What is needed -> Restate word for word the span that opens with the line containing "const why = FORBIDDEN_CHARS[c];" and closes with the final line of the data; give only those lines.

· · ·

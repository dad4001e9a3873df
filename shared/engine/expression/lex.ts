/**
 * Stage 1, lex: splits the text into tokens with their offsets, refuses forbidden characters
 * and words where they stand, bounds the nesting of parentheses, and prepares the text for
 * mathjs (`in`, `"`, `°` and a qualifying dot replaced character for character by marks).
 */
import { ExpressionError } from './error';
import { EXPRESSION_LIMITS } from './limits';
import { CONSTANT_WORDS, DEG_MARK, INCH_MARK, OPERATOR_WORDS, QUALIFIER_MARK } from './vocabulary';

export interface Token {
  kind: 'num' | 'ident' | 'op' | 'paren' | 'comma' | 'eq';
  text: string;
  at: number;
}

const FORBIDDEN_CHARS: Record<string, string> = {
  '.': "'.' is only allowed inside a number (property access is not allowed)",
  '[': 'indexing and matrices are not allowed',
  ']': 'indexing and matrices are not allowed',
  '{': 'objects are not allowed',
  '}': 'objects are not allowed',
  "'": "' is not allowed in a relation (for feet write ft)",
  ';': 'write one relation at a time',
  '?': 'conditionals are not allowed',
  ':': 'ranges and conditionals are not allowed',
  '%': "'%' is not allowed",
  '!': "'!' is not allowed",
  '&': 'bitwise operators are not allowed',
  '|': 'bitwise operators are not allowed',
  '~': 'bitwise operators are not allowed',
  '<': 'comparisons are not allowed; a relation has a single =',
  '>': 'comparisons are not allowed; a relation has a single =',
};

const NUMBER_RE = /(\d+\.?\d*|\.\d+)([eE][+-]?\d+)?/y;
const WORD_RE = /[A-Za-z_][A-Za-z0-9_]*/y;
const DIGIT = /[0-9]/;
const WORD_START = /[A-Za-z_]/;

/**
 * The whole character at i, for a message: both halves of a surrogate pair (an emoji), and
 * U+FFFD for half of one, so a message is always well-formed text.
 */
function characterAt(src: string, i: number): string {
  const c = src.codePointAt(i)!;
  return c >= 0xd800 && c <= 0xdfff ? '\ufffd' : String.fromCodePoint(c);
}

/** Splits a relation into tokens, refusing forbidden characters and words at their offset. */
export function lex(src: string): { tokens: Token[]; prepared: string } {
  // Characters to replace for mathjs, by offset; most relations need none.
  let out: string[] | null = null;
  const put = (at: number, c: string) => {
    out ??= src.split('');
    out[at] = c;
  };
  const tokens: Token[] = [];
  // Open parentheses: mathjs's parser recurses about twenty calls per level.
  let depth = 0;
  let i = 0;
  while (i < src.length) {
    const c = src.charAt(i);
    if (c === ' ' || c === '\t' || c === '\n' || c === '\r') {
      if (c !== ' ') put(i, ' '); // a newline would start a second mathjs statement
      i++;
      continue;
    }
    if (DIGIT.test(c) || (c === '.' && DIGIT.test(src[i + 1] ?? ''))) {
      if (c === '0' && /[xXbBoO]/.test(src[i + 1] ?? '') && /[0-9a-fA-F]/.test(src[i + 2] ?? '')) {
        throw new ExpressionError(
          'forbidden',
          'hexadecimal, binary and octal numbers are not allowed',
          i,
        );
      }
      NUMBER_RE.lastIndex = i;
      const m = NUMBER_RE.exec(src)!;
      tokens.push({ kind: 'num', text: m[0], at: i });
      i += m[0].length;
      continue;
    }
    if (WORD_START.test(c)) {
      WORD_RE.lastIndex = i;
      const m = WORD_RE.exec(src)!;
      const word = m[0];
      if (OPERATOR_WORDS.has(word))
        throw new ExpressionError('forbidden', `operator '${word}' is not allowed`, i);
      if (CONSTANT_WORDS.has(word))
        throw new ExpressionError('forbidden', `'${word}' is not allowed`, i);
      const dot = i + word.length;
      if (src[dot] === '.' && WORD_START.test(src[dot + 1] ?? '')) {
        // A part-qualified name, e.g. `hornblock.bolt_x`: one identifier.
        WORD_RE.lastIndex = dot + 1;
        const member = WORD_RE.exec(src)![0];
        put(dot, QUALIFIER_MARK);
        tokens.push({ kind: 'ident', text: `${word}${QUALIFIER_MARK}${member}`, at: i });
        i = dot + 1 + member.length;
        continue;
      }
      if (word === 'in') {
        put(i, INCH_MARK);
        put(i + 1, INCH_MARK);
        tokens.push({ kind: 'ident', text: INCH_MARK + INCH_MARK, at: i });
      } else {
        tokens.push({ kind: 'ident', text: word, at: i });
      }
      i += word.length;
      continue;
    }
    if (c === '"' || c === '°') {
      const mark = c === '"' ? INCH_MARK : DEG_MARK;
      put(i, mark);
      tokens.push({ kind: 'ident', text: mark, at: i });
      i++;
      continue;
    }
    if ('+-*/^'.includes(c)) {
      if ((c === '*' || c === '/') && src[i + 1] === c) {
        throw new ExpressionError('forbidden', `'${c}${c}' is not allowed`, i);
      }
      tokens.push({ kind: 'op', text: c, at: i });
      i++;
      continue;
    }
    if (c === '(' || c === ')') {
      depth += c === '(' ? 1 : -1;
      if (depth > EXPRESSION_LIMITS.nesting) {
        throw new ExpressionError(
          'over-limit',
          `parentheses are nested more than ${EXPRESSION_LIMITS.nesting} deep`,
          i,
        );
      }
      tokens.push({ kind: 'paren', text: c, at: i });
      i++;
      continue;
    }
    if (c === ',') {
      tokens.push({ kind: 'comma', text: c, at: i });
      i++;
      continue;
    }
    if (c === '=') {
      if (src[i + 1] === '=') {
        throw new ExpressionError(
          'forbidden',
          "comparison '==' is not allowed; a relation has a single =",
          i,
        );
      }
      tokens.push({ kind: 'eq', text: c, at: i });
      i++;
      continue;
    }
    if ((c === '<' || c === '>' || c === '!') && src[i + 1] === '=') {
      throw new ExpressionError(
        'forbidden',
        'comparisons are not allowed; a relation has a single =',
        i,
      );
    }
    const why = FORBIDDEN_CHARS[c];
    throw new ExpressionError(
      why ? 'forbidden' : 'syntax',
      why ?? `unexpected character '${characterAt(src, i)}'`,
      i,
    );
  }
  return { tokens, prepared: out ? (out as string[]).join('') : src };
}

· · ·

Your solution ->
    const why = FORBIDDEN_CHARS[c];
    throw new ExpressionError(
      why ? 'forbidden' : 'syntax',
      why ?? `unexpected character '${characterAt(src, i)}'`,
      i,
    );
  }
  return { tokens, prepared: out ? (out as string[]).join('') : src };
}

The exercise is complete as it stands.